▶ **WORK REQUEST**: Read through the listing below, and copy every line where the string "report" appears.

▶ **DATA**:
"""Specifications for the reliability page: what counts as a failure, whose hours count, and the figures per kind."""
from __future__ import annotations

import datetime as dt

import pytest
from django.contrib.auth.models import User
from django.urls import reverse
from django.utils import timezone
from lifelines import WeibullFitter
from scipy import stats

from observatory_ops.calc import reliability
from observatory_ops.logbook.models import NightUsage, ServiceRecord
from observatory_ops.registry.models import Subsystem
from observatory_ops.registry.services import subsystem_create
from observatory_ops.reliability.selectors import (
    AFTER_RETIRED,
    BEFORE_LOG,
    BEFORE_START,
    FIRST_NIGHT,
    IN_SERVICE_SINCE,
    PLANS_COUNTING_FROM,
    REGISTERED,
    REPLACED_UNIT,
    Start,
    left_out_reason,
    site_reliability,
)
from observatory_ops.workorders.models import State, WorkOrder
from observatory_ops.workorders.services import work_order_ad_hoc

pytestmark = pytest.mark.django_db

START = dt.date(2026, 1, 1)
TODAY = dt.date(2026, 4, 20)


def _order(site, subsystems, by, night: dt.date, state=State.COUNTERSIGNED, kind=WorkOrder.Type.CORRECTIVE, hours=2.0):
    """An order on ``subsystems`` whose work was finished on the afternoon of ``night`` (site time)."""
    order = work_order_ad_hoc(site, subsystems, "Fault", by, order_type=kind)
    order.state, order.actual_hours = state, hours
    if state in (State.FINISHED, State.COUNTERSIGNED):
        order.finished_at = timezone.make_aware(dt.datetime.combine(night, dt.time(15, 0)), site.zone)
    order.save()
    return order


@pytest.fixture
def record(site, telescope, users):
    """100 logged nights from 1 Jan 2026, 5 open hours each; two fans, one fan retired on 1 Feb, an encoder."""
    NightUsage.objects.bulk_create(
        NightUsage(site=site, night=START + dt.timedelta(days=i), open_hours=5.0) for i in range(100)
    )
    fan_a, fan_b, fan_c = (
        subsystem_create(telescope, "cooling_fans", name, counting_from=START) for name in ("Fan A", "Fan B", "Fan C")
    )
    fan_c.retired_on = dt.date(2026, 2, 1)
    fan_c.save()
    encoder = subsystem_create(telescope, "encoder", "Axis 1 encoder", counting_from=START)
    engineer = users["engineer"]
    _order(site, [fan_a], engineer, dt.date(2026, 1, 21))  # 21 nights: 105 h
    _order(site, [fan_a], engineer, dt.date(2026, 2, 20), state=State.FINISHED)  # 51 nights: 255 h
    _order(site, [fan_b], engineer, dt.date(2026, 3, 1), hours=3.0)  # 60 nights: 300 h
    _order(site, [encoder], engineer, dt.date(2026, 1, 11))  # 11 nights: 55 h
    # Not failures: a corrective order still underway, one withdrawn, and finished preventive work.
    _order(site, [fan_b], engineer, dt.date(2026, 4, 1), state=State.UNDERWAY)
    _order(site, [fan_b], engineer, dt.date(2026, 4, 2), state=State.WITHDRAWN)
    _order(site, [fan_a, fan_b], engineer, dt.date(2026, 4, 5), kind=WorkOrder.Type.PREVENTIVE, hours=4.0)
    _order(site, [encoder], engineer, dt.date(2026, 4, 6), kind=WorkOrder.Type.CONDITION_BASED, hours=None)
    return site


def test_fans_failures_hours_mtbf_and_fit_by_hand(record):
    fans = next(k for k in site_reliability(record, TODAY).kinds if k.code == "cooling_fans")
    # Hours: 100 nights x 5 h for fans A and B in service; fan C retired on 1 Feb after 31 nights (155 h).
    assert (fans.in_service, fans.retired, fans.failures) == (2, 1, 3)
    assert fans.operating_hours == pytest.approx(1155.0)
    # Times between failures (hand computation): fan A 105 then 150 h, fan B 300 h; running 245, 200, 155 h.
    assert sorted(fans.between) == [105.0, 150.0, 300.0]
    assert sorted(fans.running) == [155.0, 200.0, 245.0]
    assert fans.mtbf == reliability.mtbf(1155.0, 3)
    assert fans.mtbf.mtbf_hours == pytest.approx(385.0)
    # The fit agrees with lifelines.WeibullFitter on the same censored data (independent reference).
    reference = WeibullFitter().fit([105, 150, 300, 155, 200, 245], event_observed=[1, 1, 1, 0, 0, 0])
    assert fans.fit.beta == pytest.approx(reference.rho_, rel=1e-5)
    assert fans.fit.eta_hours == pytest.approx(reference.lambda_, rel=1e-5)


def test_maintenance_hours_are_the_service_records_hours_by_the_type_of_order_that_wrote_them(record, users):
    """The hours of the service records in the last 12 months: a finished order's records carry its hours shared
    among its subsystems (workorders.services), so they are summed as they are, by the order's type; service
    logged with neither an order nor a plan has its own column; a corrected record counts as corrected, a withdrawn
    one not."""
    fan_a, fan_b = (Subsystem.objects.get(name=n) for n in ("Fan A", "Fan B"))
    encoder = Subsystem.objects.get(name="Axis 1 encoder")
    preventive = WorkOrder.objects.get(order_type=WorkOrder.Type.PREVENTIVE)
    corrective = WorkOrder.objects.filter(order_type=WorkOrder.Type.CORRECTIVE, state=State.COUNTERSIGNED).first()
    by = users["engineer"]

    def logged(subsystem, hours, order=None, on=dt.date(2026, 4, 5), **more):
        return ServiceRecord.objects.create(subsystem=subsystem, performed_on=on, performed_by=by, created_by=by,
                                            hours_spent=hours, summary="work", work_order=order, **more)

    logged(fan_a, 2.0, preventive)
    logged(fan_b, 2.0, preventive)
    logged(fan_a, 2.5, corrective)
    logged(encoder, 1.5)  # from the subsystem page, no order
    wrong = logged(encoder, 9.0)
    logged(encoder, 0.5, corrects=wrong)  # the correction counts, the record it corrects does not
    withdrawn = logged(fan_b, 6.0)
    logged(fan_b, 0.0, corrects=withdrawn, void=True)
    logged(fan_b, 5.0, on=TODAY - dt.timedelta(days=400))  # before the 12 months
    report = site_reliability(record, TODAY)
    fans = next(k for k in report.kinds if k.code == "cooling_fans")
    encoders = next(k for k in report.kinds if k.code == "encoder")
    assert fans.hours_by_type == {"preventive": 4.0, "corrective": 2.5, "condition": 0.0, "without_order": 0.0}
    assert encoders.hours_by_type == {"preventive": 0.0, "corrective": 0.0, "condition": 0.0, "without_order": 2.0}
    assert report.hours_by_type == {"preventive": 4.0, "corrective": 2.5, "condition": 0.0, "without_order": 2.0}
    assert report.records_in_window == 5


def test_service_logged_against_a_plan_without_an_order_counts_as_preventive(record, users):
    """A reviewer's year-end table read "preventive 0.0 h" for a year of scheduled service logged on subsystem pages:
    service against one of the subsystem's plans is planned work (EN 13306: preventive maintenance), whether or not
    a work order was printed for it. Only service with neither an order nor a plan has its own column."""
    encoder = Subsystem.objects.get(name="Axis 1 encoder")
    by = users["engineer"]
    ServiceRecord.objects.create(subsystem=encoder, plan=encoder.plans.first(), performed_on=dt.date(2026, 4, 5),
                                 performed_by=by, created_by=by, hours_spent=1.5, summary="scheduled check")
    ServiceRecord.objects.create(subsystem=encoder, performed_on=dt.date(2026, 4, 6), performed_by=by, created_by=by,
                                 hours_spent=0.5, summary="looked at it")
    encoders = next(k for k in site_reliability(record, TODAY).kinds if k.code == "encoder")
    assert encoders.hours_by_type == {"preventive": 1.5, "corrective": 0.0, "condition": 0.0, "without_order": 0.5}


def test_a_repair_entered_days_later_is_placed_where_it_was_done_and_listed_with_its_order(record, users, client):
    """A repair done on 30 Mar and entered on 4 Apr: its failure is the night before the day the work was done (the
    day the finish form gives, stored on the order's service records), not the night it was entered, so the hours up
    to it and the intervals are those the subsystem ran. The page lists each failure counted with its order."""
    fan_b = Subsystem.objects.get(name="Fan B")
    order = _order(record, [fan_b], users["engineer"], dt.date(2026, 4, 4))
    ServiceRecord.objects.create(subsystem=fan_b, performed_on=dt.date(2026, 3, 30), performed_by=users["engineer"],
                                 created_by=users["engineer"], hours_spent=1.0, summary="fan replaced",
                                 work_order=order)
    fans = next(k for k in site_reliability(record, TODAY).kinds if k.code == "cooling_fans")
    listed = [f for f in fans.failures_listed if f.order_id == order.pk]
    assert [(f.subsystem, f.night) for f in listed] == [("T1: Fan B", dt.date(2026, 3, 29))]
    # 5 open hours a night from 1 Jan (its counting-from date) through the night of 29 Mar: 88 nights.
    assert listed[0].hours == 88 * 5.0

    client.force_login(users["viewer"])
    page = client.get(reverse("site-reliability", args=[record.slug])).content.decode()
    assert (f'<a href="/workorders/{order.pk}/">{order.number}</a> T1: Fan B: night of 29 Mar 2026, after 440 of its '
            "counted operating hours") in page


def test_a_repair_logged_without_an_order_counts_as_a_failure_until_withdrawn(record, users, client):
    """A reviewer could not record a fan repaired on the spot in October: the service form now asks whether the work
    repaired a failure. Marked so, it counts as a failure (the night before its date) and its hours as corrective; a
    correction keeps the mark; a withdrawn record counts nothing."""
    from observatory_ops.logbook.services import service_record_correct

    fan_b = Subsystem.objects.get(name="Fan B")

    def fans():
        return next(k for k in site_reliability(record, TODAY).kinds if k.code == "cooling_fans")

    corrective_before = fans().hours_by_type["corrective"]
    client.force_login(users["technician"])
    client.post(f"/subsystems/{fan_b.pk}/service/new/", {
        "plan": "", "performed_on": "2026-04-10", "hours_spent": "1.25", "summary": "Fan seized; replaced",
        "findings": "", "repaired_failure": "on",
    })
    record_ = ServiceRecord.objects.get(subsystem=fan_b, repaired_failure=True)
    listed = [f for f in fans().failures_listed if f.order_id is None]
    assert [(f.subsystem, f.night, f.order_number) for f in listed] == [("T1: Fan B", dt.date(2026, 4, 9), "")]
    assert fans().hours_by_type["corrective"] == corrective_before + 1.25
    page = client.get(reverse("site-reliability", args=[record.slug])).content.decode()
    assert (f'<a href="/subsystems/{fan_b.pk}/">logged without an order</a>: T1: Fan B: night of 09 Apr 2026'
            in page)
    assert "repair of a failure (no work order)" in client.get(fan_b.get_absolute_url()).content.decode()

    corrected = service_record_correct(record_, users["engineer"], "Fan seized; replaced (bearing)",
                                       performed_on=dt.date(2026, 4, 11), reason="typo")
    assert corrected.repaired_failure
    assert [f.night for f in fans().failures_listed if f.order_id is None] == [dt.date(2026, 4, 10)]
    service_record_correct(corrected, users["engineer"], "logged in error", void=True, reason="typo")
    assert [f for f in fans().failures_listed if f.order_id is None] == []


def test_one_failure_gives_an_interval_but_no_fit(record):
    encoders = next(k for k in site_reliability(record, TODAY).kinds if k.code == "encoder")
    assert encoders.failures == 1 and encoders.fit is None
    assert encoders.no_fit == "too few failures for a fit: 1"
    assert encoders.mtbf.lower_hours < 500.0 < encoders.mtbf.upper_hours


def test_the_selector_reads_a_fixed_number_of_queries(record, telescope, django_assert_max_num_queries):
    for i in range(10):
        subsystem_create(telescope, "brake", f"Brake {i}", counting_from=START)
    with django_assert_max_num_queries(8):  # the usage log reads the site's closures too (planning.UsageLog)
        site_reliability(record, TODAY)


def test_the_page_shows_the_figures_and_says_how_they_are_made(record, client):
    client.force_login(User.objects.get(username="viewer"))
    dashboard = client.get(reverse("site-dashboard", args=[record.slug])).content.decode()
    url = reverse("site-reliability", args=[record.slug])
    assert url in dashboard
    page = client.get(url).content.decode()
    assert "Cooling fans and filters" in page and "385 h" in page
    assert "too few failures for a fit: 1" in page
    for words in ("corrective work order that was finished or countersigned",
                  "open hours of the nightly log of the subsystem", "2T / χ²(0.95; 2n+2)", "NIST/SEMATECH e-Handbook",
                  "<svg"):
        assert words in page


def test_a_subsystem_with_neither_plans_nor_a_history_entry_counts_from_the_first_logged_night(record, telescope):
    """Registered before the history was kept, and without plans: nothing says when it entered service, so it is
    counted from the first logged night (it used to stop the page with a KeyError)."""
    old = Subsystem.objects.create(telescope=telescope, kind="computers", name="Old control PC")
    Subsystem.history.filter(id=old.pk).delete()
    computers = next(k for k in site_reliability(record, TODAY).kinds if k.code == "computers")
    assert computers.operating_hours == 100 * 5.0  # every logged night, 5 open hours each
    assert computers.start_bases == FIRST_NIGHT
    assert computers.no_fit == "no failure to fit"
    # Its age at the first logged night is not known: its running interval is not the fit's (the MTBF's hours, yes).
    assert computers.unknown_age == ["T1: Old control PC"] and computers.running == []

▶ **ANSWER TO THIS PROBLEM**:
    report = site_reliability(record, TODAY)
    fans = next(k for k in report.kinds if k.code == "cooling_fans")
    encoders = next(k for k in report.kinds if k.code == "encoder")
    assert report.hours_by_type == {"preventive": 4.0, "corrective": 2.5, "condition": 0.0, "without_order": 2.0}
    assert report.records_in_window == 5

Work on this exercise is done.